◆ REQUIRED ACTION ◆
Needed from the data below: every line from the one with "from jointmap.ingest.survey import Provenance" up to and including the one with "equal labels decide.", repeated exactly and with nothing else.
◆ ◆ ◆ ◆ ◆ ◆ ◆
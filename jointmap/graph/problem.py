"""The factor graph as arrays: what is measured between which variables, nothing solved yet.

Variables, by index into a :class:`State`:

* ``poses`` 0 .. K-1 are keyframes, grouped by robot and in time order; they are followed by one
  pose per oriented landmark (tag);
* ``points`` are landmarks without orientation;
* ``calibration`` holds scalar states (odometry scale and lag, sensor biases …).

A *track* is what one robot calls by one label (within the validity of one association row). A
sighting belongs to a track; which landmark a track is, is a *decision* (``Assignment``) that
vetting may change: an accepted association sends the track to the shared landmark, a rejected one
to a landmark of that robot alone. The problem itself never changes.
"""

from __future__ import annotations

from collections.abc import Mapping
from dataclasses import dataclass, field
from typing import Literal

import numpy as np
from numpy.typing import NDArray

from jointmap.ingest.survey import Provenance

Floats = NDArray[np.float64]
Ints = NDArray[np.int64]
Bools = NDArray[np.bool_]

Kind = Literal["odometry", "sighting", "encounter", "fix", "closure", "control", "gravity"]

#: Terms of odometry noise, in the order of ``OdometryNoise.basis``.
ODOMETRY_TERMS = (
    "translation_per_sqrt_m",
    "rotation_per_sqrt_m",
    "rotation_per_sqrt_rad",
    "translation_per_sqrt_s",
    "rotation_per_sqrt_s",
)


@dataclass(frozen=True)
class Keyframes:
    """Robot poses that are variables. ``first[r]:first[r + 1]`` are those of robot ``r``.

    ``robot`` (K,) index of the robot; ``t_s`` (K,) survey time, increasing within a robot.
    """

    robot: Ints
    t_s: Floats
    first: Ints


@dataclass(frozen=True)
class Tracks:
    """What each robot calls by each label. ``claim`` (T,) is the shared landmark that the
    association names (index into ``landmarks``), -1 for a label private to its robot.

    ``association_row`` (T,) is the row of associations.csv, -1 where equal labels decide.
    ``forced`` (T,) marks what the user's edits force; ``oriented`` (T,) tags.
    """

    robot: Ints
    labels: tuple[str, ...]
    claim: Ints
    association_row: Ints
    forced: Bools
    rejected: Bools
    oriented: Bools
    n_sightings: Ints
    landmarks: tuple[str, ...]


@dataclass(frozen=True)
class Block:
    """Measurement rows of one kind, robot, sensor and set of components.

    Parameters
    ----------
    kind, robot, sensor
        What was measured by whom; ``robot`` indexes ``Problem.robots`` (-1: the survey itself).
    components : tuple of str
        Names of the residual rows in order, bearing before range. Pose-valued kinds
        (odometry, closure, tag sightings and full-pose encounters) use ``("pose",)``: the residual
        is the body tangent ``log(obs^-1 predicted)`` of size ``dof``. ``gravity`` uses
        ``("tilt",)``, two rows.
    a : (n,) int
        Pose variable that measures (keyframe), -1 for control points.
    b : (n,) int
        The other end: a keyframe (odometry, encounter, closure), a *track* (sighting), an index
        into ``Tracks.landmarks`` (control), -1 where there is none (fix, gravity).
    obs : (n, m) or (n, *pose shape)
        Observed components, or the relative pose for ``("pose",)``.
    frame_a : (n, *pose shape)
        Fixed transform from the body of ``a`` to the frame that measures: odometry increment from
        the keyframe to the instant, then the mounting. Fixes: its translation is the antenna.
    frame_b : (n, *pose shape)
        The same for ``b`` when it is a pose; its translation is the target point of an encounter.
    sigma : (n, m)
        Standard deviations that the log states row by row, NaN where the noise terms decide
        (residual rows; for ``("pose",)`` m = dof in tangent order).
    covariance : (n, m, m) or None
        Full covariance stated row by row (residual rows), NaN where not given.
    odometry_basis : (n, 5, dof, dof) or None
        Odometry only: covariance of the increment per squared unit of each of ODOMETRY_TERMS.
    t_s : (n,) survey time; ``source`` where the rows come from (odometry: the first row used).
    burst : (n,) int
        Rows of one robot, sensor and target in unbroken sequence share a burst number.
    distance : (n,) or None
        Range of each row by the present solution, for noise that grows with range; None: not
        solved yet, the observed range stands in.
    """

    kind: Kind
    robot: int
    sensor: str
    components: tuple[str, ...]
    a: Ints
    b: Ints
    obs: Floats
    frame_a: Floats
    frame_b: Floats
    sigma: Floats
    covariance: Floats | None
    odometry_basis: Floats | None
    t_s: Floats
    source: Provenance
    burst: Ints
    distance: Floats | None = None

    @property
    def n(self) -> int:
        """Number of measurements."""
        return len(self.t_s)


@dataclass(frozen=True)
class Unusable:
    """Rows of one table that no factor could be made of, with the reason (for the products)."""

    kind: Kind
    robot: int
    sensor: tuple[str, ...]
    target: tuple[str, ...]
    t_s: Floats
    source: Provenance
    reason: str


@dataclass(frozen=True)
class Problem:
    """Everything that is measured, ready to be solved.

    ``dead_reckoning`` (K, *pose shape): each robot's keyframes by its odometry alone, in its own
    frame ``odom_<robot>`` (piecewise where ``breaks`` cuts: keyframes after a break start again at
    the last pose). ``breaks`` (K,) bool marks keyframes that no usable odometry ties to the one
    before. ``gravity_aligned`` is meant for three dimensions.
    """

    dimension: int
    gravity_aligned: bool
    robots: tuple[str, ...]
    keyframes: Keyframes
    tracks: Tracks
    blocks: tuple[Block, ...]
    dead_reckoning: Floats
    breaks: Bools
    unusable: tuple[Unusable, ...] = ()
    notes: tuple[str, ...] = ()


@dataclass(frozen=True)
class Assignment:
    """Which landmark each track is: ``landmark`` (T,) indexes landmark variables.

    Variables 0 .. len(Tracks.landmarks)-1 are the shared landmarks, then one per track (private).
    """

    landmark: Ints


@dataclass(frozen=True)
class State:
    """Values of the variables.

    ``poses`` (P, 3) as x, y, yaw or (P, 3, 4) as [R | t]; ``landmarks`` (L, dimension), NaN where
    a landmark has no value; ``orientations`` maps an oriented landmark to nothing more than its
    rotation (L, dim, dim), identity for points; ``calibration`` scalar states by name
    ``(robot, sensor, parameter)``; ``extra`` (X,) the constant and shared errors of sensors, whose
    meaning depends on the system that made them (None: all zero).
    """

    poses: Floats
    landmarks: Floats
    orientations: Floats | None = None
    calibration: Mapping[tuple[str, str, str], float] = field(default_factory=dict)
    extra: Floats | None = None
◆ ◆ ◆ ◆ ◆ ◆ ◆
◆ OUTPUT BELOW ◆
from jointmap.ingest.survey import Provenance

Floats = NDArray[np.float64]
Ints = NDArray[np.int64]
Bools = NDArray[np.bool_]

Kind = Literal["odometry", "sighting", "encounter", "fix", "closure", "control", "gravity"]

#: Terms of odometry noise, in the order of ``OdometryNoise.basis``.
ODOMETRY_TERMS = (
    "translation_per_sqrt_m",
    "rotation_per_sqrt_m",
    "rotation_per_sqrt_rad",
    "translation_per_sqrt_s",
    "rotation_per_sqrt_s",
)


@dataclass(frozen=True)
class Keyframes:
    """Robot poses that are variables. ``first[r]:first[r + 1]`` are those of robot ``r``.

    ``robot`` (K,) index of the robot; ``t_s`` (K,) survey time, increasing within a robot.
    """

    robot: Ints
    t_s: Floats
    first: Ints


@dataclass(frozen=True)
class Tracks:
    """What each robot calls by each label. ``claim`` (T,) is the shared landmark that the
    association names (index into ``landmarks``), -1 for a label private to its robot.

    ``association_row`` (T,) is the row of associations.csv, -1 where equal labels decide.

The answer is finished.